>>>>>
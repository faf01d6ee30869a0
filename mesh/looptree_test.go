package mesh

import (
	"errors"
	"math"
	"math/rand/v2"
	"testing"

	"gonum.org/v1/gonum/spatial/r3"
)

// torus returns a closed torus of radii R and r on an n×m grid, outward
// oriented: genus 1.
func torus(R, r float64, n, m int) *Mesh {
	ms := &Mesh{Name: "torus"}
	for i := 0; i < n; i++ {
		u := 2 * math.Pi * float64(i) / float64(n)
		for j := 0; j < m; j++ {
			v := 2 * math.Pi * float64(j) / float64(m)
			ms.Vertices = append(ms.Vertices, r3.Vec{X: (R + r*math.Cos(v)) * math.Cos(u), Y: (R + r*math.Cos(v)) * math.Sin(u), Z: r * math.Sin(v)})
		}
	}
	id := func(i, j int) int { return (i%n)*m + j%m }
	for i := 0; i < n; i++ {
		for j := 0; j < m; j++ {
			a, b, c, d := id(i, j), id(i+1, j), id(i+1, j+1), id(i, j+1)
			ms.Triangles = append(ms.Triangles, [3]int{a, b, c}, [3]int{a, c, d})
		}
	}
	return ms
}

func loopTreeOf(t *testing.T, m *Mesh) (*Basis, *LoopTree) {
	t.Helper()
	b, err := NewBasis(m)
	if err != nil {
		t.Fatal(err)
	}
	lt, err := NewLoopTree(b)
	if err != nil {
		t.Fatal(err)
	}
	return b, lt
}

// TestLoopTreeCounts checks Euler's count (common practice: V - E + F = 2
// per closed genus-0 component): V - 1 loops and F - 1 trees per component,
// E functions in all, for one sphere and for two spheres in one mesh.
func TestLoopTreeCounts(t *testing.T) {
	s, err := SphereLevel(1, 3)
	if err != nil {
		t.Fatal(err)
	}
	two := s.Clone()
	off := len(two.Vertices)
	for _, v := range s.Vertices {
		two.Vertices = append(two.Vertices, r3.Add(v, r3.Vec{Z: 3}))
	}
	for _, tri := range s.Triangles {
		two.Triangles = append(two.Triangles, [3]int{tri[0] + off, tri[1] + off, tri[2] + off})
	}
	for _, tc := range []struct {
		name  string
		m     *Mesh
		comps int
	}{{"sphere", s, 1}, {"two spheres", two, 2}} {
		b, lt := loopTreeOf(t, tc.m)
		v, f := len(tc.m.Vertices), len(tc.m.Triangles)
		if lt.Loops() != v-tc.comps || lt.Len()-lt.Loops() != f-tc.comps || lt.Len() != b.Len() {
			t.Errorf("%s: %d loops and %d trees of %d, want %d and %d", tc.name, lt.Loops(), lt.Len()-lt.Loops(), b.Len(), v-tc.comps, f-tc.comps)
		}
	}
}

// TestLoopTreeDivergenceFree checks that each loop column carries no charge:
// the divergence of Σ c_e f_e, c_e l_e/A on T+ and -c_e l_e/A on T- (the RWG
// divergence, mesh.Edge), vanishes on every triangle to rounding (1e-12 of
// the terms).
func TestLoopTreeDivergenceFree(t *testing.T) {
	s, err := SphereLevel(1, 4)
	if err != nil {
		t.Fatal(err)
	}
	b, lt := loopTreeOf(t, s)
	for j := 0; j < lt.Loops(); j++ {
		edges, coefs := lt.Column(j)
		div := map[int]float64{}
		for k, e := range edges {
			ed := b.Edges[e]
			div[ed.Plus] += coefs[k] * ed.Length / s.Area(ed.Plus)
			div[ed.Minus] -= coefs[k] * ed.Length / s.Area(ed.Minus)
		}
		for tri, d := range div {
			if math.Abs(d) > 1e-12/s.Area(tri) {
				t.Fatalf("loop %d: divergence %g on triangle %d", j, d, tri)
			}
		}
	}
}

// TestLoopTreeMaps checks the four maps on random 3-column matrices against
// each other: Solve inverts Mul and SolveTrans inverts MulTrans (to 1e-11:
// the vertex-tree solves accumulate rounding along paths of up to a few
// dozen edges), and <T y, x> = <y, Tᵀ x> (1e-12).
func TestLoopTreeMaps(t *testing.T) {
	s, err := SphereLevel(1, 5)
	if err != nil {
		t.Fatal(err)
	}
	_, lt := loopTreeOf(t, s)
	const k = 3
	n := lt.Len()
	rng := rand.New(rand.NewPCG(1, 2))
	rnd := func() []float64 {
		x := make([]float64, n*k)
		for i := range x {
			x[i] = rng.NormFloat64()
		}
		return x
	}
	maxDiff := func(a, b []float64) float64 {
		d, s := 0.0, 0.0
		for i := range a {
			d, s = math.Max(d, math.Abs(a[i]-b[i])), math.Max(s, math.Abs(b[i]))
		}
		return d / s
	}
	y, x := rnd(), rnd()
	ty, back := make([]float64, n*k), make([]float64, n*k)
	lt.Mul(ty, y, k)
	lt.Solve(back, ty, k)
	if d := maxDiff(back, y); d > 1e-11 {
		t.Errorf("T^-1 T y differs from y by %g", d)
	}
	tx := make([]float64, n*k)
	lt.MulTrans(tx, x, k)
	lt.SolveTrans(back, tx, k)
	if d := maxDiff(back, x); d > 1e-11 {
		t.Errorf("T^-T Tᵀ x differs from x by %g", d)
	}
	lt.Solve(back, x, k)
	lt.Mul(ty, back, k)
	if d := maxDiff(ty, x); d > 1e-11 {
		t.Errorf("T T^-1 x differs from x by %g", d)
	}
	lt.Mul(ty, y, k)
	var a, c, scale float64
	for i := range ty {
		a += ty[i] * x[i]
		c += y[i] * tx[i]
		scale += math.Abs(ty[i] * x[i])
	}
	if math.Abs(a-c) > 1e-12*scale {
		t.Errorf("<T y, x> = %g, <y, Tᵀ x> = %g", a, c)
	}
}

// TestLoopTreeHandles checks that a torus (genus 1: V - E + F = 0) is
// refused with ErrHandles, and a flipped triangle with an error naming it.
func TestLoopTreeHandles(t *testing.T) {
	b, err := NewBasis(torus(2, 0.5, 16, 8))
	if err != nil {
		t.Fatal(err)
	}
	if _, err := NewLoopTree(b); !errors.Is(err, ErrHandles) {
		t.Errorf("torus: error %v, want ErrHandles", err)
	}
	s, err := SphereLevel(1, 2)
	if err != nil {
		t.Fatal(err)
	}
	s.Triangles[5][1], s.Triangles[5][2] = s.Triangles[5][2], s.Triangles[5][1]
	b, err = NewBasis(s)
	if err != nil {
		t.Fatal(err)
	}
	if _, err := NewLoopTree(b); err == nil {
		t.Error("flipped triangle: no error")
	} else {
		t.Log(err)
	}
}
<<<<<
>>>>>
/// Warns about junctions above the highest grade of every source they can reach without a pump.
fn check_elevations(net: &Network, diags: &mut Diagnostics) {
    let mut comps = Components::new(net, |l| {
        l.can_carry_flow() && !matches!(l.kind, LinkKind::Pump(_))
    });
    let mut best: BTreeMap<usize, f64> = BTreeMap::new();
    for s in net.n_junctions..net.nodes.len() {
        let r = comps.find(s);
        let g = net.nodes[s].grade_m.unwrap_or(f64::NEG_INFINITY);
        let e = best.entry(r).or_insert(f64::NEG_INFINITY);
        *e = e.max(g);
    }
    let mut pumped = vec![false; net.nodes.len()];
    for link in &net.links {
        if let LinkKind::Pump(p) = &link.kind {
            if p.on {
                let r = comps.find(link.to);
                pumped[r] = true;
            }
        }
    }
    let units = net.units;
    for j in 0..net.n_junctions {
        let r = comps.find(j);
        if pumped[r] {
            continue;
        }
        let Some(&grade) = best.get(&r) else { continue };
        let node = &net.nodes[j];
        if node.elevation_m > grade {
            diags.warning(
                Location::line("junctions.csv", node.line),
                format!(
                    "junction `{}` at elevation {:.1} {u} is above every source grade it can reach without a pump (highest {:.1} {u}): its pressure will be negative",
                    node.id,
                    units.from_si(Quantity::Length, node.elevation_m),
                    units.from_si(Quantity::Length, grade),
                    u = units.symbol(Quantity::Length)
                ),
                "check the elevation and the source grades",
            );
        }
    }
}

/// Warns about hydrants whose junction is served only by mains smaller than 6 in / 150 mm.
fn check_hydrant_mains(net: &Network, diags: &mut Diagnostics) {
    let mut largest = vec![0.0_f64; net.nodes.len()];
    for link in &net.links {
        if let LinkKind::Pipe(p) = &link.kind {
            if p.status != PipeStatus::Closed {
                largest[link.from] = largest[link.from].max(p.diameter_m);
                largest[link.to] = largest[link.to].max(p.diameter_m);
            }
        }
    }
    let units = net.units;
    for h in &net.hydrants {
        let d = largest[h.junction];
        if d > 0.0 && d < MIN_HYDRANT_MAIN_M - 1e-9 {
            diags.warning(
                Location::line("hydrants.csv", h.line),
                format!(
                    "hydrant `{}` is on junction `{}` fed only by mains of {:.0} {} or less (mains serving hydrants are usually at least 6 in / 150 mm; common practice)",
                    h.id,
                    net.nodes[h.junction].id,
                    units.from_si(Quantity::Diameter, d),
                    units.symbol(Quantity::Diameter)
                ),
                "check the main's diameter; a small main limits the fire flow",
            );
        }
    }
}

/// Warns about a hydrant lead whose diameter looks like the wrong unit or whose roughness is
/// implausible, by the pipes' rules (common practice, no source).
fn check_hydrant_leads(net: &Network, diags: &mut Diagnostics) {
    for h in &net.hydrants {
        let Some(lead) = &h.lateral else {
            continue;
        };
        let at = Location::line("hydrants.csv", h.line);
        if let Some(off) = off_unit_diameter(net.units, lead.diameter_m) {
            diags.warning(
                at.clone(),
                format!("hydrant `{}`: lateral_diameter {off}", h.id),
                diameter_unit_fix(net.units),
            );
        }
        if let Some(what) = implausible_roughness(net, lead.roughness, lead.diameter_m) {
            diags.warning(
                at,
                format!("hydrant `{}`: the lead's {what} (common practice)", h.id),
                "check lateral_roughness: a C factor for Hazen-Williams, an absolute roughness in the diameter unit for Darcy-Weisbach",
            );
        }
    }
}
<<<<<
Your objective ->
In the material above, which lines contain "checks"? Copy each of them.

Worked solution ->
// TestLoopTreeCounts checks Euler's count (common practice: V - E + F = 2
// TestLoopTreeDivergenceFree checks that each loop column carries no charge:
// TestLoopTreeMaps checks the four maps on random 3-column matrices against
// TestLoopTreeHandles checks that a torus (genus 1: V - E + F = 0) is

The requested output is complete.